▸ **Activity**
Every line in the records below between the one holding "from collections.abc import Sequence" and the one holding "as the tickets", inclusive, is to be set down exactly; all other lines are to be left out.

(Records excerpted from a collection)
++++++++++

"""A broker's file that cannot be read with certainty is settled here: what each column means, and what each value becomes.

Every column of the file stands in a line of its own: its heading, its first values, the fact it is, and the same values as they
will be read. Nothing is guessed: what is filled in beforehand is what the headings say beyond doubt. Saving writes a layout into
the user's own folder of layouts and reads the morning again, so that the question is asked once.
"""

from __future__ import annotations

from collections.abc import Sequence
from pathlib import Path
from typing import TYPE_CHECKING, Any

from PySide6.QtCore import Qt
from PySide6.QtWidgets import QComboBox, QGridLayout, QHBoxLayout, QLabel, QLineEdit, QWidget

from reconciler.problems import KnownError, Problem
from reconciler.window.detail.pane import scrolled
from reconciler.window.dialogs.dialog import Dialog
from reconciler.window.widgets import Notice, ShortLabel, card, label, restyle

if TYPE_CHECKING:
    from reconciler.window.main import MainWindow

_SHOWN_VALUES = 3
_IGNORED = "not used"


class AssignColumns(Dialog):
    """Asks what the columns of a confirmations file mean; `saved` is the layout's path afterwards."""

    def __init__(
        self, parent: QWidget | None, folder: Path, problems: Sequence[Problem | str] = (), brokers: Sequence[str] = ()
    ) -> None:
        super().__init__(parent, "Assign a file's columns", "Say once what this broker's columns mean; the next file like it is read "
                         "without asking.", "Save layout")  # fmt: skip
        from reconciler.procedures import layouts

        self.resize(1120, 720)
        self._layouts, self.folder = layouts, folder
        self._problems, self._brokers = tuple(problems), tuple(brokers)
        self.saved: Path | None = None
        self.look: Any = None
        self.files = QComboBox()
        self.files.setAccessibleName("File")
        self.broker = QLineEdit()
        self.broker.setAccessibleName("Broker")
        self.broker.setPlaceholderText("Broker as the tickets name it")
        self.question = Notice()
        self.facts: dict[str, QComboBox] = {}
        self.becomes: dict[str, ShortLabel] = {}
        self.choices: dict[str, QComboBox] = {}
        self.words: dict[str, QComboBox] = {}
        self._make_head()
        self._grid_holder = QWidget()
        self._grid_holder.setObjectName("scrolled")
        self._grid = QGridLayout(self._grid_holder)
        self._grid.setContentsMargins(16, 10, 16, 10)
        self._grid.setHorizontalSpacing(18)
        self._grid.setVerticalSpacing(6)
        self.inside.addWidget(card(scrolled(self._grid_holder, "Columns"), margin=1), 1)
        self._options = QHBoxLayout()
        self._options.setSpacing(14)
        self.inside.addLayout(self._options)
        self._word_line = QHBoxLayout()
        self._word_line.setSpacing(10)
        self._word_line.addStretch(1)
        self.inside.addLayout(self._word_line)
        self.said = label("", "differ", wrap=True)
        self.inside.addWidget(self.said)
        for name, told in layouts.files(folder, self._problems):
            self.files.addItem(f"{name}  –  {told}", name)
        self.files.currentIndexChanged.connect(lambda _index: self.show_file(self.files.currentData()))
        if self.files.count():
            self.show_file(self.files.currentData())
        else:
            self.question.say("This morning has no confirmations files.", look="differ")
            self.main_button.setEnabled(False)  # type: ignore[union-attr]

    def _make_head(self) -> None:
        line = QHBoxLayout()
        line.setSpacing(12)
        for words, widget, stretch in (("File", self.files, 3), ("Broker", self.broker, 2)):
            name = label(words, "soft")
            name.setBuddy(widget)
            line.addWidget(name)
            line.addWidget(widget, stretch)
        self.inside.addLayout(line)
        self.inside.addWidget(self.question)

    def show_file(self, name: str) -> None:
        """Shows the columns of another file."""
        try:
            self.look = self._layouts.look(self.folder, name, self._problems, self._brokers)
        except KnownError as fault:
            self.question.say(str(fault), look="differ")
            self.main_button.setEnabled(False)  # type: ignore[union-attr]
            return
        self.main_button.setEnabled(True)  # type: ignore[union-attr]
        self.broker.setText(self.look.broker)
        first, *rest = self.look.questions or ("Everything in this file is understood; change what is wrong.",)
        self.question.say(first, " ".join(rest), "day" if self.look.questions else "")
        self._fill_grid()
        self._fill_options()
        self.renew()

    def _fill_grid(self) -> None:
        _clear(self._grid)
        _clear(self._word_line)
        self._word_line.addStretch(1)
        self.words = {}
        self.facts, self.becomes = {}, {}
        for place, words in enumerate(("Column in the file", "First values", "What it is", "Is read as")):
            self._grid.addWidget(label(words, "caption"), 0, place)
        known = self._layouts.FACTS
        for line, heading in enumerate(self.look.headings, 1):
            chooser = QComboBox()
            chooser.setAccessibleName(f"What the column {heading.name} is")
            chooser.addItem(_IGNORED, "")
            for key, title, help_text in known:
                chooser.addItem(title, key)
                chooser.setItemData(chooser.count() - 1, help_text, Qt.ItemDataRole.ToolTipRole)
            chooser.setCurrentIndex(max(chooser.findData(heading.suggested), 0))
            chooser.currentIndexChanged.connect(lambda _index: self.renew())
            told, becomes = ShortLabel("soft"), ShortLabel("")
            told.setText("   ·   ".join(heading.values[:_SHOWN_VALUES]))
            self._grid.addWidget(label(heading.name, "strong"), line, 0)
            self._grid.addWidget(told, line, 1)
            self._grid.addWidget(chooser, line, 2)
            self._grid.addWidget(becomes, line, 3)
            self.facts[heading.name], self.becomes[heading.name] = chooser, becomes
        for column, stretch in enumerate((0, 3, 0, 3)):
            self._grid.setColumnStretch(column, stretch)
        self._grid.setRowStretch(len(self.look.headings) + 1, 1)

    def _fill_options(self) -> None:
        _clear(self._options)
        self.choices = {}
        for choice in self._layouts.CHOICES:
            chooser = QComboBox()
            chooser.setAccessibleName(choice.title)
            chooser.setToolTip(choice.help)
            for value, words in choice.values:
                chooser.addItem(words, value)
            chooser.setCurrentIndex(max(chooser.findData(self.look.options.get(choice.key, "")), 0))
            chooser.currentIndexChanged.connect(lambda _index: self.renew())
            self._options.addWidget(label(choice.title, "soft"))
            self._options.addWidget(chooser)
            self.choices[choice.key] = chooser
        self._options.addStretch(1)

    def _fill_words(self, words: Sequence[str]) -> None:
        """A line for words of sides that are not known; what was said before stays."""
        for word in words:
            if word not in self.words:
                chooser = QComboBox()
                chooser.setAccessibleName(f"What the side {word} means")
                for value, told in (("", "not said"), ("buy", "buy"), ("sell", "sell")):
                    chooser.addItem(told, value)
                chooser.currentIndexChanged.connect(lambda _index: self.renew())
                self._word_line.insertWidget(self._word_line.count() - 1, label(f"{word}  means", "soft"))
                self._word_line.insertWidget(self._word_line.count() - 1, chooser)
                self.words[word] = chooser

    def assignment(self) -> dict[str, str]:
        """Which fact each heading is."""
        return {heading: chooser.currentData() for heading, chooser in self.facts.items() if chooser.currentData()}

    def options(self) -> dict[str, str]:
        """How numbers, days, sides and faces are told."""
        return {key: chooser.currentData() for key, chooser in self.choices.items() if chooser.currentData()}

    def sides(self) -> dict[str, str]:
        """What words of sides were said to mean."""
        return {word: chooser.currentData() for word, chooser in self.words.items() if chooser.currentData()}

    def assign(self, heading: str, fact: str) -> None:
        """Assigns a column (as a person would in the list)."""
        self.facts[heading].setCurrentIndex(max(self.facts[heading].findData(fact), 0))

    def renew(self) -> None:
        """Shows what the values become under what is assigned now."""
        if self.look is None or not self.facts:
            return
        seen = self._layouts.becomes(self.look, self.assignment(), self.options(), self.sides())
        for heading, target in self.becomes.items():
            read = seen.columns.get(heading)
            texts = [value.text for value in read[:_SHOWN_VALUES]] if read else []
            wrong = next((value.problem for value in read if value.problem), "") if read else ""
            target.setText(wrong or "   ·   ".join(texts))
            restyle(target, look="differ" if wrong else "soft" if not texts else "")
        self._fill_words(seen.words)
        self.said.setText(" ".join(seen.problems))

    def accept(self) -> None:
        if self.look is None:
            return
        try:
            self.saved = self._layouts.save(
                self.look, self.broker.text().strip(), self.assignment(), self.options(), self.sides()
            )
        except KnownError as fault:
            self.said.setText(str(fault))
            return
        super().accept()


def _clear(layout: Any) -> None:
    while layout.count():
        item = layout.takeAt(0)
        widget: QLabel | None = item.widget()
        if widget is not None:
            widget.deleteLater()


def ask_layout(window: MainWindow) -> None:
    """Opens the dialog on the morning's folder; reads the morning again when a layout was saved."""
    folder = window.folder_wanted()
    if folder is None:
        window.banner.say("Open a morning first; its confirmations' columns can then be assigned.", bad=True)
        return
    brokers = window.loaded.day.source.tickets["broker"].values.to_pylist() if window.loaded is not None else []
    dialog = AssignColumns(window, folder, window.problems, brokers)
    if dialog.exec() and dialog.saved is not None:
        window.load_again()
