//! Salvage: every row before the first damage, in a new file, with the same hashes.

use std::path::Path;

use record::Row;

use crate::chain::Walk;
use crate::file::Evidence;
use crate::journal::insert;
use crate::{FILE_NAME, JournalError};

/// What could be saved.
#[derive(Debug)]
pub struct Salvaged {
    pub rows: u64,
    /// Why it ended there; `None` if the whole record was good.
    pub end: Option<JournalError>,
}

/// Rows a transaction takes.
const GROUP: u64 = 4096;

/// Reads the evidence in `from`, which stays as it is, and writes the rows before the first that is
/// wrong into `to`, where no record may be yet. `progress` is told how many rows there are so far.
pub fn salvage(
    from: &Path,
    to: &Path,
    progress: &mut dyn FnMut(u64),
) -> Result<Salvaged, JournalError> {
    let path = to.join(FILE_NAME);
    if path.exists() {
        return Err(JournalError::NotEmpty { path });
    }
    let source = Evidence::open_to_read(from)?;
    let mut target = Evidence::open(to)?;
    let mut walk = Walk::WHOLE;
    let end = loop {
        let mut rows: Vec<Row> = Vec::new();
        let portion = walk.portion(&source, GROUP as usize, &mut |row| rows.push(row));
        write(&target, &rows)?;
        progress(walk.head().seq);
        match portion {
            Ok(true) => {}
            Ok(false) => break None,
            Err(end) => break Some(end),
        }
    };
    target.checkpoint()?;
    target.close()?;
    Ok(Salvaged { rows: walk.head().seq, end })
}

fn write(target: &Evidence, rows: &[Row]) -> Result<(), JournalError> {
    let sql = |e| target.sql("writing salvaged rows", e);
    let transaction = target.db.unchecked_transaction().map_err(sql)?;
    for row in rows {
        insert(&transaction, row).map_err(sql)?;
    }
    transaction.commit().map_err(sql)
}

++++++++++

▸ **Exercise answer**
from collections.abc import Sequence
from pathlib import Path
from typing import TYPE_CHECKING, Any

from PySide6.QtCore import Qt
from PySide6.QtWidgets import QComboBox, QGridLayout, QHBoxLayout, QLabel, QLineEdit, QWidget

from reconciler.problems import KnownError, Problem
from reconciler.window.detail.pane import scrolled
from reconciler.window.dialogs.dialog import Dialog
from reconciler.window.widgets import Notice, ShortLabel, card, label, restyle

if TYPE_CHECKING:
    from reconciler.window.main import MainWindow

_SHOWN_VALUES = 3
_IGNORED = "not used"


class AssignColumns(Dialog):
    """Asks what the columns of a confirmations file mean; `saved` is the layout's path afterwards."""

    def __init__(
        self, parent: QWidget | None, folder: Path, problems: Sequence[Problem | str] = (), brokers: Sequence[str] = ()
    ) -> None:
        super().__init__(parent, "Assign a file's columns", "Say once what this broker's columns mean; the next file like it is read "
                         "without asking.", "Save layout")  # fmt: skip
        from reconciler.procedures import layouts

        self.resize(1120, 720)
        self._layouts, self.folder = layouts, folder
        self._problems, self._brokers = tuple(problems), tuple(brokers)
        self.saved: Path | None = None
        self.look: Any = None
        self.files = QComboBox()
        self.files.setAccessibleName("File")
        self.broker = QLineEdit()
        self.broker.setAccessibleName("Broker")
        self.broker.setPlaceholderText("Broker as the tickets name it")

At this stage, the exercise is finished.